- TASK DIRECTIONS -
Write out again, exactly, the lines below starting at the one with "communities by regularised" and ending at the one with "sparse graph from".

[Stored data]

"""Bridging: ties an account has into communities its own community hardly ever deals with.

A role mixture describes an account's *local* structure, so it misses a courier that keeps
its usual mix of paying in and paying out but starts carrying goods between two parts of
the graph that never traded: what changes is *where* its counterparts sit. Granovetter
(1973, "The strength of weak ties", as recalled) calls such a tie a local bridge, and Burt
(1992, "Structural holes", as recalled) an account that spans a structural hole between
groups with few other ties.

Two steps, both on one window's undirected interaction graph:

1. :func:`community_labels` splits the graph into ``k`` communities by regularised
   spectral clustering: the leading ``k`` eigenvectors of the regularised normalised
   adjacency ``D_t^{-1/2} (A + tau/n 11^T) D_t^{-1/2}`` (Qin & Rohe, NIPS 2013, as
   recalled; Amini et al., Ann. Statist. 2013), rows scaled to unit length and grouped by
   k-means (Ng, Jordan & Weiss, NIPS 2002). The ``tau`` term keeps the eigenvectors of a
   sparse graph from settling on its small dangling pieces.
2. :func:`bridging_zscore` asks, for every account, how surprising its number of
   counterparts in each *other* community is: each account's home is the community most
   of its counterparts sit in; the chance that a tie from home community ``h`` lands in
   community ``c`` is estimated from everybody else's ties (leave-one-out, one pseudo-tie
   per pair); the account's count is compared with a Poisson law of mean
   ``degree * P(c | h)`` and the upper-tail probability turned into a normal z-score.
   Adding ties to an adjacent, busy community barely moves it; a dozen ties into a
   community its home never deals with gives z of 5-10.

Pure: arrays in, arrays out; vectorised with scipy.sparse (no loop over nodes).
"""

from __future__ import annotations

import numpy as np
import scipy.sparse as sp
from scipy.sparse.linalg import LinearOperator, eigsh
from scipy.special import ndtri_exp
from scipy.stats import poisson
from sklearn.cluster import KMeans

__all__ = ["undirected_ties", "community_labels", "bridging_zscore", "DENSE_BELOW"]

DENSE_BELOW = 200  # below this many nodes a dense eigendecomposition is simpler and exact


def undirected_ties(counts) -> sp.csr_matrix:
    """Symmetric tie strengths ``log(1 + c_ij + c_ji)`` from an n x n event-count matrix.

    The logarithm damps pairs that trade very often, so a community is a group of
    accounts that deal with *many* of each other, not a few heavy pairs (common practice,
    no source). The diagonal is dropped.

    Parameters
    ----------
    counts : sparse matrix, shape (n, n)
        Events ``i -> j`` (a :class:`Snapshot`'s ``counts``).

    Returns
    -------
    scipy.sparse.csr_matrix, shape (n, n)
        Symmetric, zero diagonal.
    """
    M = sp.csr_matrix(counts, dtype=np.float64)
    if M.shape[0] != M.shape[1]:
        raise ValueError(f"counts must be a square n x n matrix, got shape {M.shape}")
    S = (M + M.T).tocsr()
    S.setdiag(0.0)
    S.eliminate_zeros()
    S.data = np.log1p(S.data)
    return S


def _leading_eigenvectors(A: sp.csr_matrix, k: int, tau: float) -> np.ndarray:
    """Leading ``k`` eigenvectors of ``D_t^{-1/2} (A + tau/n 11^T) D_t^{-1/2}``."""
    n = A.shape[0]
    degree = np.asarray(A.sum(axis=1)).ravel()
    scale = 1.0 / np.sqrt(degree + tau)
    if n < DENSE_BELOW:
        dense = A.toarray() + tau / n
        _, vectors = np.linalg.eigh(scale[:, None] * dense * scale[None, :])
        return vectors[:, ::-1][:, :k]

    def matvec(x):
        y = scale * np.asarray(x).reshape(-1)
        return scale * (A @ y + (tau / n) * y.sum())

    operator = LinearOperator((n, n), matvec=matvec, dtype=np.float64)
    values, vectors = eigsh(operator, k=k, which="LA", v0=np.ones(n), tol=1e-8)
    return vectors[:, np.argsort(-values, kind="stable")]


def community_labels(ties, n_communities: int, *, seed: int = 0) -> np.ndarray:
    """Split an undirected graph into ``n_communities`` groups (regularised spectral clustering).

    Parameters
    ----------
    ties : sparse or dense array, shape (n, n)
        Symmetric non-negative tie strengths (e.g. :func:`undirected_ties`).
    n_communities : int
        Number of communities ``k`` (>= 1).
    seed : int
        Seed of the k-means initialisation (the result is deterministic for a seed).

    Returns
    -------
    ndarray of int, shape (n,)
        Community of each node, in ``0 .. k-1``. With ``n <= k`` every node gets 0.

    Notes
    -----
    Qin & Rohe (NIPS 2013, as recalled): regularise with ``tau`` = mean degree, take the
    leading ``k`` eigenvectors, scale each row to unit length (Ng, Jordan & Weiss, NIPS
    2002) and run k-means (scikit-learn, 10 starts).
    """
    if n_communities < 1:
        raise ValueError(f"n_communities must be >= 1, got {n_communities}")
    A = sp.csr_matrix(ties, dtype=np.float64)
    n = A.shape[0]
    if n <= n_communities or n_communities == 1:
        return np.zeros(n, dtype=np.int64)
    degree = np.asarray(A.sum(axis=1)).ravel()
    tau = max(float(degree.mean()), 1e-12)
    vectors = _leading_eigenvectors(A, n_communities, tau)
    norms = np.linalg.norm(vectors, axis=1, keepdims=True)
    points = vectors / np.maximum(norms, 1e-12)
    model = KMeans(n_clusters=n_communities, n_init=10, random_state=seed)
    return model.fit_predict(points).astype(np.int64)


def bridging_zscore(ties, labels) -> np.ndarray:
    """How surprising each node's ties into other communities are, as a normal z-score.

    Parameters
    ----------
    ties : sparse or dense array, shape (n, n)
        Symmetric tie matrix; only which pairs are tied matters (distinct counterparts).
    labels : array of int, shape (n,)
        Community of each node (:func:`community_labels`).

    Returns
    -------
    ndarray, shape (n,)
        ``max`` over the communities ``c`` other than the node's home of
        ``-Phi^{-1}(P[X >= o_c])`` with ``X ~ Poisson(d * P(c | home))``, clipped at 0; 0
        for a node without ties outside its home, NaN for a node without ties.

    Notes
    -----
    ``o_c`` is the node's number of counterparts in ``c`` and ``d`` its number of
    counterparts. The home is the community holding most of its counterparts (ties go to
    the lower label). ``P(c | h) = (T_hc + 1) / (T_h + k)`` where ``T_hc`` counts the ties
    from nodes whose home is ``h`` into ``c``, leaving the node's own ties out, so an
    account that is the only link between two communities does not make its own ties look
    ordinary. The tail probability goes to a z-score with ``scipy.special.ndtri_exp`` on
    its logarithm, exact far into the tail.
    """
    pattern = sp.csr_matrix(ties, dtype=np.float64)
    pattern.setdiag(0.0)
    pattern.eliminate_zeros()
    pattern.data[:] = 1.0
    lab = np.asarray(labels, dtype=np.int64).reshape(-1)
    n = pattern.shape[0]
    if lab.size != n:
        raise ValueError(f"labels need one entry per node ({n}), got {lab.size}")
    if n == 0:
        return np.zeros(0)
    k = int(lab.max()) + 1
    coo = pattern.tocoo()
    # per node: counterparts in each community
    by_community = sp.csr_matrix((coo.data, (coo.row, lab[coo.col])), shape=(n, k)).toarray()
    degree = by_community.sum(axis=1)
    home = np.argmax(by_community, axis=1)
    pair_ties = np.zeros((k, k))
    np.add.at(pair_ties, (home[coo.row], lab[coo.col]), 1.0)
    others = pair_ties[home] - by_community  # leave the node's own ties out
    share = (others + 1.0) / (others.sum(axis=1, keepdims=True) + k)
    expected = share * degree[:, None]
    log_tail = poisson.logsf(by_community - 1.0, expected)  # log P[X >= observed]
    outside = by_community > 0
    outside[np.arange(n), home] = False
    log_tail = np.where(outside, log_tail, 0.0)
    z = np.maximum(-ndtri_exp(np.minimum(log_tail.min(axis=1), 0.0)), 0.0)
    return np.where(degree > 0, z, np.nan)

- SOLUTION FOR THIS EXERCISE -
1. :func:`community_labels` splits the graph into ``k`` communities by regularised
   spectral clustering: the leading ``k`` eigenvectors of the regularised normalised
   adjacency ``D_t^{-1/2} (A + tau/n 11^T) D_t^{-1/2}`` (Qin & Rohe, NIPS 2013, as
   recalled; Amini et al., Ann. Statist. 2013), rows scaled to unit length and grouped by
   k-means (Ng, Jordan & Weiss, NIPS 2002). The ``tau`` term keeps the eigenvectors of a
   sparse graph from settling on its small dangling pieces.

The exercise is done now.